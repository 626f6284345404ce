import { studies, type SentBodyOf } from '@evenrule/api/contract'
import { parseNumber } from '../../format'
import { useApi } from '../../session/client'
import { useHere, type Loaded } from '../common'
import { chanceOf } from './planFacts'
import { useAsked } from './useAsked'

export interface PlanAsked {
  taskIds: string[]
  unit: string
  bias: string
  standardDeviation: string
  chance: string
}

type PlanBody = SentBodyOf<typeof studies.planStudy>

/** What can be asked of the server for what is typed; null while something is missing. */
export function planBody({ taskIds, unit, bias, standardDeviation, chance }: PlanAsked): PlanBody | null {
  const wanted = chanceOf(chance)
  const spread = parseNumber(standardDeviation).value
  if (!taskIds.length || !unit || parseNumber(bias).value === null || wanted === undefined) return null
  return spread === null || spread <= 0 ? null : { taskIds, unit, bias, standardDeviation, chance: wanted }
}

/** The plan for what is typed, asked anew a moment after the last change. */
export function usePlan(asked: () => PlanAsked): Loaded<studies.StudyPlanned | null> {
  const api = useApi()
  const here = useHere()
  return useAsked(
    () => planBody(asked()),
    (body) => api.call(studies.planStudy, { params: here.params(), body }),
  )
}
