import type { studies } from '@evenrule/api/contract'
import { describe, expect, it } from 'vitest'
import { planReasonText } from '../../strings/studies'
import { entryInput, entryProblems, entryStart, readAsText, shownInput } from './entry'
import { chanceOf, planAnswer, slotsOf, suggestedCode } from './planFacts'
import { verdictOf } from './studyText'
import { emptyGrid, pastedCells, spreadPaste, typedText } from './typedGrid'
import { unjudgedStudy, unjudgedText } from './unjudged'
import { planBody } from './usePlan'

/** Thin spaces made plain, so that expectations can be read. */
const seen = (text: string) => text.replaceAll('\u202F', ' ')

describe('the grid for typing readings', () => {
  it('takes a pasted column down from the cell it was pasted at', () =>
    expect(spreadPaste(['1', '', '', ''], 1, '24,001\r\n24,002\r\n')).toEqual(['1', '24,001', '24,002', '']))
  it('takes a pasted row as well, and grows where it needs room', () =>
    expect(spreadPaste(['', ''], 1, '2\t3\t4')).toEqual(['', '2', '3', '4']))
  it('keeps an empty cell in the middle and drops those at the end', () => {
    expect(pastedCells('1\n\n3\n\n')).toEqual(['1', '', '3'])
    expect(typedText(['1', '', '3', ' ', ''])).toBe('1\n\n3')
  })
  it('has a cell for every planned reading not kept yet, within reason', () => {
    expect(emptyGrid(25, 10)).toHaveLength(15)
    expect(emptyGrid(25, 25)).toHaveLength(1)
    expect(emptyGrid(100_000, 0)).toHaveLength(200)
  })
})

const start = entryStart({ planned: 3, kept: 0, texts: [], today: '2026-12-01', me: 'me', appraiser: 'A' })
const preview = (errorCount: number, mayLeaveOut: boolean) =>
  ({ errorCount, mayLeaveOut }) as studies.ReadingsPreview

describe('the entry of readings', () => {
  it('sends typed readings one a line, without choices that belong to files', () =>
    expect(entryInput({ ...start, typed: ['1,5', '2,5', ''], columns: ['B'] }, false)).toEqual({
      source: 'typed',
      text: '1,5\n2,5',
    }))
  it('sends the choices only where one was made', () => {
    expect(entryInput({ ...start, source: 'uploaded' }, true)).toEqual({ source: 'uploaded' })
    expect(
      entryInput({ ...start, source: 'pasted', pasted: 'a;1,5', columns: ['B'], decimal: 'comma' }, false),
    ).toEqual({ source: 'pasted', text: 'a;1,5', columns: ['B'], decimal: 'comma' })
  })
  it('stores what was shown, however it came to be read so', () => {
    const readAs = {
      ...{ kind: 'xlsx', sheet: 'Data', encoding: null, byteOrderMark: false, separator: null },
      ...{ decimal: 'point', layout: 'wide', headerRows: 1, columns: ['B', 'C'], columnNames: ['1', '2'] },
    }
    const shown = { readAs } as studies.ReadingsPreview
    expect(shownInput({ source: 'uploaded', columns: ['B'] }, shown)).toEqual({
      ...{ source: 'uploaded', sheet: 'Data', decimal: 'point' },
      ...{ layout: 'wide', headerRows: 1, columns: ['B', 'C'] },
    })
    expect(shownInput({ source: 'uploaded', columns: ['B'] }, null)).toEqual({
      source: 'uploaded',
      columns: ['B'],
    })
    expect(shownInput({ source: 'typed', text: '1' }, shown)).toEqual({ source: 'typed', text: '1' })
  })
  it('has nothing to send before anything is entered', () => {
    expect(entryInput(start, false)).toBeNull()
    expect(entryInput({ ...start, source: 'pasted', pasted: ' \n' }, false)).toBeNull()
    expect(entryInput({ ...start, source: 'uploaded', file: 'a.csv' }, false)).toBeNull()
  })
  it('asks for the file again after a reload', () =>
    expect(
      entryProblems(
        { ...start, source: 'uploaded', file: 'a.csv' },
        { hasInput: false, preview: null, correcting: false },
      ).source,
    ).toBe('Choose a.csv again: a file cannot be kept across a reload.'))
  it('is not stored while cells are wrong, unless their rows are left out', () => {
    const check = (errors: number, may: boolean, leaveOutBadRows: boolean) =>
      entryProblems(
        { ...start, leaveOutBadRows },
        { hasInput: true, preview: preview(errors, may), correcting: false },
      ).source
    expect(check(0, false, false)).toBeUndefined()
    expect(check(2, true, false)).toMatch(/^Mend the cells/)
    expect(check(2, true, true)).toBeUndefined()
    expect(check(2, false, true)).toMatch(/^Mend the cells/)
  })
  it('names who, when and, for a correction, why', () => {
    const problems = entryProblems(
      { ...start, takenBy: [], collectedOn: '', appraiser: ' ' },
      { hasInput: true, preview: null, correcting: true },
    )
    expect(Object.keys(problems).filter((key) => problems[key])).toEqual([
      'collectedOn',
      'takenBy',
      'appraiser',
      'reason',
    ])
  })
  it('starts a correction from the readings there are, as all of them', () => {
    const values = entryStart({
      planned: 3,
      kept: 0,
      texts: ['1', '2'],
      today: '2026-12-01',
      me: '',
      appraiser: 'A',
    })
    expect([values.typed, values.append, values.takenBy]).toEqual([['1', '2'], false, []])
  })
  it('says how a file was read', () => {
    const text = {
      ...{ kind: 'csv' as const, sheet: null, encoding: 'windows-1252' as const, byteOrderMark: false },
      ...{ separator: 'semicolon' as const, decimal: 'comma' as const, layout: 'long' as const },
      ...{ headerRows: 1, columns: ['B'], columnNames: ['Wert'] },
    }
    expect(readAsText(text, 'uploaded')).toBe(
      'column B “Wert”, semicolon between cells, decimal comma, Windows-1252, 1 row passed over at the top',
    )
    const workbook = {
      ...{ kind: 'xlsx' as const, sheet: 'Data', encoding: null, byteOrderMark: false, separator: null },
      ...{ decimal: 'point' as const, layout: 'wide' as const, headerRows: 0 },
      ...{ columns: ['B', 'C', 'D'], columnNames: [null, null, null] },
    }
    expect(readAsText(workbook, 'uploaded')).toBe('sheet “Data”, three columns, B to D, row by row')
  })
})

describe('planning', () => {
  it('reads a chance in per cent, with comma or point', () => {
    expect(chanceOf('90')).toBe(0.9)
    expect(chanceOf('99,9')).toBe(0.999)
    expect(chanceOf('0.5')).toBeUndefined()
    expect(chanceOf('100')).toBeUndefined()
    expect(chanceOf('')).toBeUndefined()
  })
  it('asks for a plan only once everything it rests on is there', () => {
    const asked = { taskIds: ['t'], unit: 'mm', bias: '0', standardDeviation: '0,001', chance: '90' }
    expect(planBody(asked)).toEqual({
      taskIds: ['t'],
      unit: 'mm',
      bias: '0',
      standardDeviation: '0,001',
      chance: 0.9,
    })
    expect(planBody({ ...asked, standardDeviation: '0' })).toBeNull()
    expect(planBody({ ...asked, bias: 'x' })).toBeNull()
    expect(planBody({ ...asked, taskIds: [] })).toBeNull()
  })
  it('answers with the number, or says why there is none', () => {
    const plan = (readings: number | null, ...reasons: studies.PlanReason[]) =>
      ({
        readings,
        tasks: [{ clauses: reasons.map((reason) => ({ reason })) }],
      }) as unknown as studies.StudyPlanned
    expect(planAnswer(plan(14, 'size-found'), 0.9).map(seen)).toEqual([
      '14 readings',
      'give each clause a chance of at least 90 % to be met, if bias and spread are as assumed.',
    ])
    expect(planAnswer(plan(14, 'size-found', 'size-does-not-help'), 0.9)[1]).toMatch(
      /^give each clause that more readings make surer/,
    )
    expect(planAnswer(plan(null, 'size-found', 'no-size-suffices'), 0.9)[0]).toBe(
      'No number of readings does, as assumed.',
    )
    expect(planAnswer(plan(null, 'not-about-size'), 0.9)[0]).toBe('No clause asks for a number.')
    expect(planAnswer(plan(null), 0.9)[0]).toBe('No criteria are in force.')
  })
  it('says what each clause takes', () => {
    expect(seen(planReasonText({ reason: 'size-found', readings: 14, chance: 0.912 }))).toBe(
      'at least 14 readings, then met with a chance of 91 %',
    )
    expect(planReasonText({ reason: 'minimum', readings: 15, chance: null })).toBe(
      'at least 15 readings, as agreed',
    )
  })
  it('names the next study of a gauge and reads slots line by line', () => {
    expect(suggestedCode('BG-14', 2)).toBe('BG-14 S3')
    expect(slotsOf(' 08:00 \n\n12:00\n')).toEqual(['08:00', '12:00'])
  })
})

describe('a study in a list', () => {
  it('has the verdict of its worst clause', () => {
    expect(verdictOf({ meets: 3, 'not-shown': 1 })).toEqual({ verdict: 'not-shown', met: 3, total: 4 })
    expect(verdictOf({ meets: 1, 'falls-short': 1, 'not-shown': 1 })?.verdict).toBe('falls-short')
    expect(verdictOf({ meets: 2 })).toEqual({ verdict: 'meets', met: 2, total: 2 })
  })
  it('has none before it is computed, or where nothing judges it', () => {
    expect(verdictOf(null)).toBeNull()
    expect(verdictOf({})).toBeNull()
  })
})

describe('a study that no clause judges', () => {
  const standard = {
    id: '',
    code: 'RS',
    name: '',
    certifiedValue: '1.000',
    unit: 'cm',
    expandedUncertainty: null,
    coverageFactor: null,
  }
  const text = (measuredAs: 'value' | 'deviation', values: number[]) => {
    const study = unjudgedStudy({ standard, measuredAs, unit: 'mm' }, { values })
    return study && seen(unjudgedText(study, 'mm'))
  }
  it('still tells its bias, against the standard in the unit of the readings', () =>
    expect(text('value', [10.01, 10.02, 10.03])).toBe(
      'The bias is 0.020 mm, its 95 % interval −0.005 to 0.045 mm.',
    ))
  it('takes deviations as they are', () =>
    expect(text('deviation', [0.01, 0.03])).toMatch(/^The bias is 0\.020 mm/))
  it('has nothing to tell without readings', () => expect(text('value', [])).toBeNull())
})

⁂

• _WORK ITEM_: Please transcribe only the lines in the records above running from the line that has "14, chance: 0.912" through the line that has "it('names the next", both included, exactly as they appear.

• _ANSWER SECTION_:
    expect(seen(planReasonText({ reason: 'size-found', readings: 14, chance: 0.912 }))).toBe(
      'at least 14 readings, then met with a chance of 91 %',
    )
    expect(planReasonText({ reason: 'minimum', readings: 15, chance: null })).toBe(
      'at least 15 readings, as agreed',
    )
  })
  it('names the next study of a gauge and reads slots line by line', () => {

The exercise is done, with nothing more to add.